← Back to context

Comment by cyberax

2 days ago

Small block ciphers are great for some use-cases!

32-bit block ciphers are a good way to create short opaque IDs because they provide a bijection between two sets of integers. And even if your ID is slightly shorter than 32-bit you can easily shave off a few bits with cycle walking: https://en.wikipedia.org/wiki/Format-preserving_encryption#F... E.g. if you want to make sure your IDs can be mapped into 31/63 bits.

I especially like the RC-5 cipher for these kinds of uses. It can be implemented in just a few lines of code and there are standard test vectors for it.

The RC-5 cipher was very nice for its day, but I am certain that it is much slower than AES on any modern CPU, with the exception of microcontrollers, where nonetheless other solutions, e.g. ChaCha20, may be faster.

AES also needs only a handful of lines of code for its implementation (using assembly). For such an application, you can even reduce the number of rounds of AES-128, e.g. from 10 to 4.

When you want truly uniform random numbers, then encrypting with AES-128, then truncating, is best. If you want invertible encryption, then you should encrypt a counter and either use a 32-bit addition or a 32-bit XOR for encrypting the 32-bit number. With a single AES-128 invocation for generating a random mask, you can encrypt four 32-bit numbers.

Of course, when speed does not matter, you can use pretty much any of the historical block ciphers, because the security requirements for encrypting 32-bit numbers are very low, since they are easier to find by brute force searching than by attempting to break any kind of encryption.

  • The problem is that AES needs a 128-bit block.

    Imagine that you want to obfuscate your order numbers in the database so that customers can't infer the volume of business by checking the order number.

    You can use UUIDs, but you also want to keep the numbers short so they can be dictated over the phone. You can use random IDs, but then you need to lock them in the database during the object creation otherwise you might get collisions.

    Or perhaps you have a distributed system and want to allocate a bunch of IDs for each node in advance.

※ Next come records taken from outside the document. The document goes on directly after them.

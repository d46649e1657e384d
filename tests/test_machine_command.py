"""``gapfield report`` and ``gapfield check``."""

import ctypes
import os
import subprocess
import sys
from importlib.metadata import PackageNotFoundError, version
from pathlib import Path

import pytest

import validation.__main__
from femag import cli
from femag.environment import SYSTEM_LIBRARIES, environment
from validation.rows import Digits, plain_row


def lines_of(text: str) -> dict[str, str]:
    return dict(line.split(maxsplit=1) for line in text.splitlines())


def test_the_report_names_every_library_and_no_user(capsys: pytest.CaptureFixture[str]) -> None:
    assert cli.main(["report"]) == 0
    printed = capsys.readouterr().out
    lines = lines_of(printed)
    for name in ("gapfield", "numpy", "scipy", "scikit-fem", "gmsh", "matplotlib", "pydantic"):
        assert lines[name] == version(name)
    assert lines["meshing"] == "works"
    assert sys.version.split()[0] in lines["python"]
    assert str(Path.home()) not in printed
    assert str(Path.cwd()) not in printed


def test_the_report_works_without_the_system_libraries_of_gmsh(tmp_path: Path) -> None:
    """A stand-in for gmsh that fails as the wheel does without libGLU."""
    (tmp_path / "gmsh.py").write_text("raise OSError('libGLU.so.1: cannot open shared object')\n")
    path = os.pathsep.join([str(tmp_path), os.environ.get("PYTHONPATH", "")])
    done = subprocess.run(
        [sys.executable, "-m", "femag.cli", "report"],
        capture_output=True,
        text=True,
        env=os.environ | {"PYTHONPATH": path},
    )
    assert (done.returncode, done.stderr) == (0, "")
    assert "libGLU.so.1: cannot open shared object" in lines_of(done.stdout)["meshing"]
    assert "numpy" in lines_of(done.stdout)


@pytest.mark.skipif(sys.platform != "linux", reason="gmsh's libraries are listed on Linux only")
def test_what_is_missing_is_named_with_its_package(monkeypatch: pytest.MonkeyPatch) -> None:
    def absent(name: str) -> None:
        raise OSError(f"{name}: cannot open shared object file")

    def not_installed(name: str) -> str:
        if name == "gmsh":
            raise PackageNotFoundError(name)
        return "1"

    monkeypatch.setattr(ctypes, "CDLL", absent)
    monkeypatch.setattr("femag.environment.version", not_installed)
    found = environment()
    assert found.versions["gmsh"] == "missing"
    assert found.versions["numpy"] == "1"
    for name, package in SYSTEM_LIBRARIES.items():
        assert found.system_libraries[name].endswith(f"install {package}")


def test_check_prints_the_rows_of_a_folder(capsys: pytest.CaptureFixture[str]) -> None:
    assert cli.main(["check", "uniform_field"]) == 0
    printed = capsys.readouterr().out
    assert "uniform_field" in printed
    assert "air_coils" not in printed
    assert "10 rows, 0 failed" in printed


def test_check_runs_all_folders_by_default_and_returns_1_when_a_row_fails(
    monkeypatch: pytest.MonkeyPatch, capsys: pytest.CaptureFixture[str]
) -> None:
    asked = []

    def one_bad_row(folder: str) -> tuple[object, ...]:
        asked.append(folder)
        return (plain_row("bad", "L", Digits(1.0, 0.0), 1.002, "H", 1e-3, "s"),)

    monkeypatch.setattr("validation.__main__.folder_rows", one_bad_row)
    assert cli.main(["check"]) == 1
    assert asked == list(validation.__main__.FOLDERS)
    assert "FAIL" in capsys.readouterr().out


def test_an_unknown_folder_is_refused_in_one_line(capsys: pytest.CaptureFixture[str]) -> None:
    assert cli.main(["check", "nowhere"]) == 2
    error = capsys.readouterr().err
    assert error.startswith("gapfield: FOLDER = 'nowhere': ")
    assert "uniform_field, air_coils" in error
    assert error.count("\n") == 1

    RC-5 with its small block size neatly solves this. You can have a strictly increasing database sequence, and then just give out each node a bunch of numbers ("from 100 to 120"), and nodes can then generate IDs based on them. And there can be no collisions with other nodes because symmetric ciphers are obviously bijective.

    For these kinds of use-cases performance is not an issue.

    • Standard AES needs an 128-bit block.

      However, the AES mixing function is made from a 32-bit mixing function that is extended to blocks whose lengths are multiples of 32-bit by composing it with a byte permutation.

      The standard byte permutation extends the block size from 32-bit to 128-bit, but with the current AES instructions of CPUs you can either cancel the byte permutation to get a 32-bit block size or you can replace it with a non-standard byte permutation, to get any block size that is a multiple of 32-bit.

      If you cancel the byte permutation, four 32-bit words are encrypted independently, instead of one 128-bit block. This doubles the number of instructions, but this does not necessarily reduce the throughput, as the instructions may be executed concurrently, so the throughput measured in encrypted numbers will increase by a number between 2 and 4, depending on the CPU.

Funny your example is rc5, I wrote exactly what you describe to generate 32-bit cookies in a random prototype a few years ago: https://github.com/jcalvinowens/sdvr/blob/main/rc5.c

It is cute, but surely there's a more efficient way than RC5? There are bijective hash functions which are much cheaper (murmur, at least).

  • In my case, performance was utterly unimportant.

    But is Murmur actually bijective?

    • Mine too, I was just curious.

      I recall empirically determining murmur was bijective across all 32-bit inputs, but I can't find that written down anywhere.